Tensor Cores and Mixed Precision Training
The dedicated silicon inside NVIDIA GPUs that makes modern AI possible. How mixed precision speeds up training by 10x.
Tensor Cores and Mixed Precision Training
If CUDA is the software engine of AI, Tensor Cores are the turbochargers. Introduced in the NVIDIA Volta architecture (V100) in 2017, these specialized processing units are the reason why AI training speeds have exploded in the last few years.
What is a Tensor Core?
A standard GPU core (CUDA Core) is a jack-of-all-trades. It can do floating point math (FP32), integers (INT32), etc., one operation at a time.
A Tensor Core is a specialist. It does exactly one thing, but it does it incredibly fast: Matrix Multiplication. specifically, a 4x4 matrix multiply-accumulate operation:
$$ D = A \times B + C $$
Since Deep Learning is fundamentally just billions of matrix multiplications, having dedicated hardware for this specific math operation yields massive speedups.
The Magic of Precision
To understand Tensor Cores, you have to understand Precision. Computers store numbers as bits.
- FP32 (Single Precision): Uses 32 bits. Very accurate (e.g.,
3.14159265). Standard for science. - FP16 (Half Precision): Uses 16 bits. Less accurate (e.g.,
3.1416). - BF16 (Bfloat16): Google’s format. Keeps the “range” of FP32 but cuts the precision. Perfect for AI.
- FP8: Only 8 bits! Used in the newest H100 GPUs.
Mixed Precision Training
Training a neural network usually doesn’t need 32 decimal places of accuracy. “Roughly correct” is often enough, as long as the gradients point in the right direction.
Mixed Precision training uses:
- FP16/BF16 for the heavy matrix math (on Tensor Cores) — super fast.
- FP32 for the “master weights” update — to preserve stability.

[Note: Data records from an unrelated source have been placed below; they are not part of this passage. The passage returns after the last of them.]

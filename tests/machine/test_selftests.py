import pytest

from diskwatch.machine.held import Family, device_of
from diskwatch.machine.selftests import newest_result, self_tests
from diskwatch.machine.text import Sheet
from diskwatch.records import SelfTest

ATA = """Vendor Specific SMART Attributes with Thresholds:

SMART Self-test log structure revision number 1
Num  Test_Description    Status                  Remaining  LifeTime(hours)  LBA_of_first_error
# 1  Extended offline    Self-test routine in progress 30%       252         -
# 2  Short offline       Aborted by host               10%       250         -
# 3  Extended offline    Completed: read failure       90%       248         163736384
# 4  Short offline       Completed: servo/seek failure 90%       240         -
#10  Short offline       Completed without error       00%       238         -

SMART Selective self-test log data structure revision number 1
 SPAN  MIN_LBA  MAX_LBA  CURRENT_TEST_STATUS
    1        0        0  Not_testing
"""
SCSI = """Transport protocol:   SAS (SPL-4)

SMART Self-test log
Num  Test              Status                 segment  LifeTime  LBA_first_err [SK ASC ASQ]
     Description                              number   (hours)
# 1  Background long   Failed in segment -->       7   41002        1153204012 [0x4 0x11 0x0]
# 2  Background long   Failed in segment -->       -   41001                 - [0x3 0x11 0x0]
# 3  Background short  Completed                   -   40990                 - [-   -    -]
# 4  Background short  Aborted (by user command)   -   40989                 - [-   -    -]
"""
NVME = """NVMe Version: 1.4
Supported Power States
St Op     Max   Active     Idle   RL RT WL WT  Ent_Lat  Ex_Lat
 0 +     3.50W       -        -    0  0  0  0        5       5

Self-test Log (NVMe Log 0x06{more})
Self-test status: Extended self-test in progress (28% completed)
Num  Test_Description  Status                       Power_on_Hours  Failing_LBA  NSID Seg SCT Code
 0   Extended          Completed: failed segments             3441         8812     1   2   2 0x81
 1   Short             Aborted: Self-test command             3440            -     -   -   -    -
 2   Short             Completed without error                 340            -     -   -   -    -
"""


def log_of(text: str, family: Family, *, library: bool) -> tuple[SelfTest, ...]:
    lines = text.splitlines()
    return self_tests(family, None, device_of(lines, family) if library else None, Sheet.of(lines))


@pytest.mark.parametrize("library", [False, True])
def test_an_ata_log_is_read_with_and_without_the_library(library: bool):
    running, aborted, unread, stuck, sound = log_of(ATA, Family.ATA, library=library)
    assert (running.passed, aborted.passed, unread.passed, stuck.passed, sound.passed) == (
        None,
        None,
        False,
        False,
        True,
    )
    assert unread == SelfTest(
        name="Extended offline",
        result="Completed: read failure",
        extended=True,
        passed=False,
        unreadable=True,
        hours=248,
        lba=163_736_384,
    )
    assert not stuck.unreadable
    assert (sound.hours, sound.extended) == (238, False)


@pytest.mark.parametrize("library", [False, True])
def test_a_scsi_test_met_an_unreadable_sector_where_it_names_one_or_says_medium_error(library: bool):
    named, medium, sound, aborted = log_of(SCSI, Family.SCSI, library=library)
    assert (named.unreadable, named.lba, named.hours) == (True, 1_153_204_012, 41_002)
    assert (medium.unreadable, medium.lba) == (True, None)
    assert (sound.passed, aborted.passed) == (True, None)
    assert named.extended


@pytest.mark.parametrize("library", [False, True])
def test_the_arrow_that_points_at_the_next_column_is_no_part_of_a_result(library: bool):
    named, medium, sound, aborted = log_of(SCSI, Family.SCSI, library=library)
    assert (named.result, medium.result) == ("Failed in segment", "Failed in segment")
    assert (sound.result, aborted.result) == ("Completed", "Aborted (by user command)")
    assert newest_result((named, sound)) == "Failed in segment"


@pytest.mark.parametrize(
    ("told", "result"),
    [
        ("Failed in segment --> 7 -", "Failed in segment"),
        ("Failed in segment->", "Failed in segment"),
        ("Completed: servo/seek failure", "Completed: servo/seek failure"),
        ("Self-test - odd", "Self-test - odd"),
        ("-->", "-->"),
    ],
)
def test_a_result_stays_the_drives_own_word_up_to_an_arrow(told: str, result: str):
    row = {"self_test_code": {"string": "Short"}, "self_test_result": {"string": told}}
    (found,) = self_tests(Family.NVME, {"nvme_self_test_log": {"table": [row]}}, None, Sheet.of([]))
    assert found.result == result


@pytest.mark.parametrize("more", ["", ", NSID 0xffffffff"])
@pytest.mark.parametrize("library", [False, True])
def test_an_nvme_log_is_read_under_either_headline_and_no_other_table_is(more: str, library: bool):
    failed, aborted, sound = log_of(NVME.format(more=more), Family.NVME, library=library)
    assert (failed.unreadable, failed.lba, failed.hours) == (True, 8_812, 3_441)
    assert (aborted.passed, sound.passed) == (None, True)


@pytest.mark.parametrize("codes", ["2 0x81", "0x2 0x81", " 0x2  0x81", "-    -", "-    0x81"])
def test_the_newest_failed_nvme_test_is_neither_lost_nor_falsified_by_how_its_codes_are_printed(codes: str):
    sheet = Sheet.of(NVME.format(more="").replace("2 0x81", codes).splitlines())
    newest = self_tests(Family.NVME, None, device_of(sheet.lines, Family.NVME), sheet)[0]
    assert (newest.result, newest.hours, newest.lba) == ("Completed: failed segments", 3_441, 8_812)
    assert (newest.passed, newest.unreadable) == (False, True)


def test_the_library_is_taken_where_it_understands_more_rows():
    sheet = Sheet.of(ATA.splitlines())
    device = device_of(sheet.lines, Family.ATA)
    assert len(self_tests(Family.ATA, None, device, Sheet.of(()))) == 5
    assert device is not None
    device.tests[0].status = "8754"  # as the library sets out a row that it cuts at the wrong places
    assert len(self_tests(Family.ATA, None, device, Sheet.of(()))) == 4


def test_a_test_that_a_fatal_or_unknown_error_ended_has_failed():
    for line in ("Fatal or unknown error       ", "Fatal or unknown test error  "):
        sheet = Sheet.of(ATA.replace("Completed: read failure      ", line).splitlines())
        tests = self_tests(Family.ATA, None, None, sheet)
        assert [test.passed for test in tests] == [None, None, False, False, True]
    told = {
        "type": {"string": "Extended offline"},
        "status": {"string": "Fatal or unknown error", "passed": False},
    }
    (test,) = self_tests(
        Family.ATA, {"ata_smart_self_test_log": {"standard": {"table": [told]}}}, None, Sheet.of(())
    )
    assert test.passed is False


def test_the_document_comes_before_the_text():
    document = {
        "nvme_self_test_log": {
            "table": [
                {
                    "self_test_code": {"value": 1, "string": "Short"},
                    "self_test_result": {"value": 0, "string": "Completed without error"},
                    "power_on_hours": 77,
                }
            ]
        }
    }
    (found,) = self_tests(Family.NVME, document, None, Sheet.of(NVME.format(more="").splitlines()))
    assert (found.hours, found.passed) == (77, True)


def test_the_newest_result_is_that_of_the_newest_test_that_is_over():
    assert newest_result(log_of(ATA, Family.ATA, library=False)) == "Aborted by host"
    assert newest_result(()) is None


def test_words_that_are_not_known_are_neither_passed_nor_failed():
    text = ATA.replace("Completed: read failure  ", "Completed sideways        ")
    assert [found.passed for found in log_of(text, Family.ATA, library=False)][2] is None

This technique, often enabled by a single line of code in PyTorch (torch.cuda.amp), cuts memory usage in half and doubles speed.
Why Bfloat16 (BF16) Matters
Standard FP16 had a problem: it couldn’t handle very large or very small numbers (dynamic range). Training often crashed with “NaN” (Not a Number) errors.
Bfloat16 (Brain Floating Point) fixes this. It has the same dynamic range as FP32, just less precision.
- FP16: 5 bits exponent, 10 bits mantissa.
- BF16: 8 bits exponent, 7 bits mantissa.
Because neural networks care more about the magnitude of a number than the exact digits, BF16 became the gold standard for Large Language Model training.
FP8 and the H100
NVIDIA’s H100 introduced FP8 Tensor Cores. By reducing the numbers to just 8 bits (a byte!), they effectively doubled the throughput again compared to BF16. There are challenges—8 bits is very “grainy”—but the Transformer Engine in the H100 automatically switches between FP8 and BF16 layer-by-layer to maintain accuracy while maximizing speed.
Summary
Without Tensor Cores and Mixed Precision:
- Models would be 4x-10x slower to train.
- We would need 2x more VRAM.
- GPT-4 would likely still be training today.
They are the unsung heroes of the hardware stack, crunching the numbers that think the thoughts.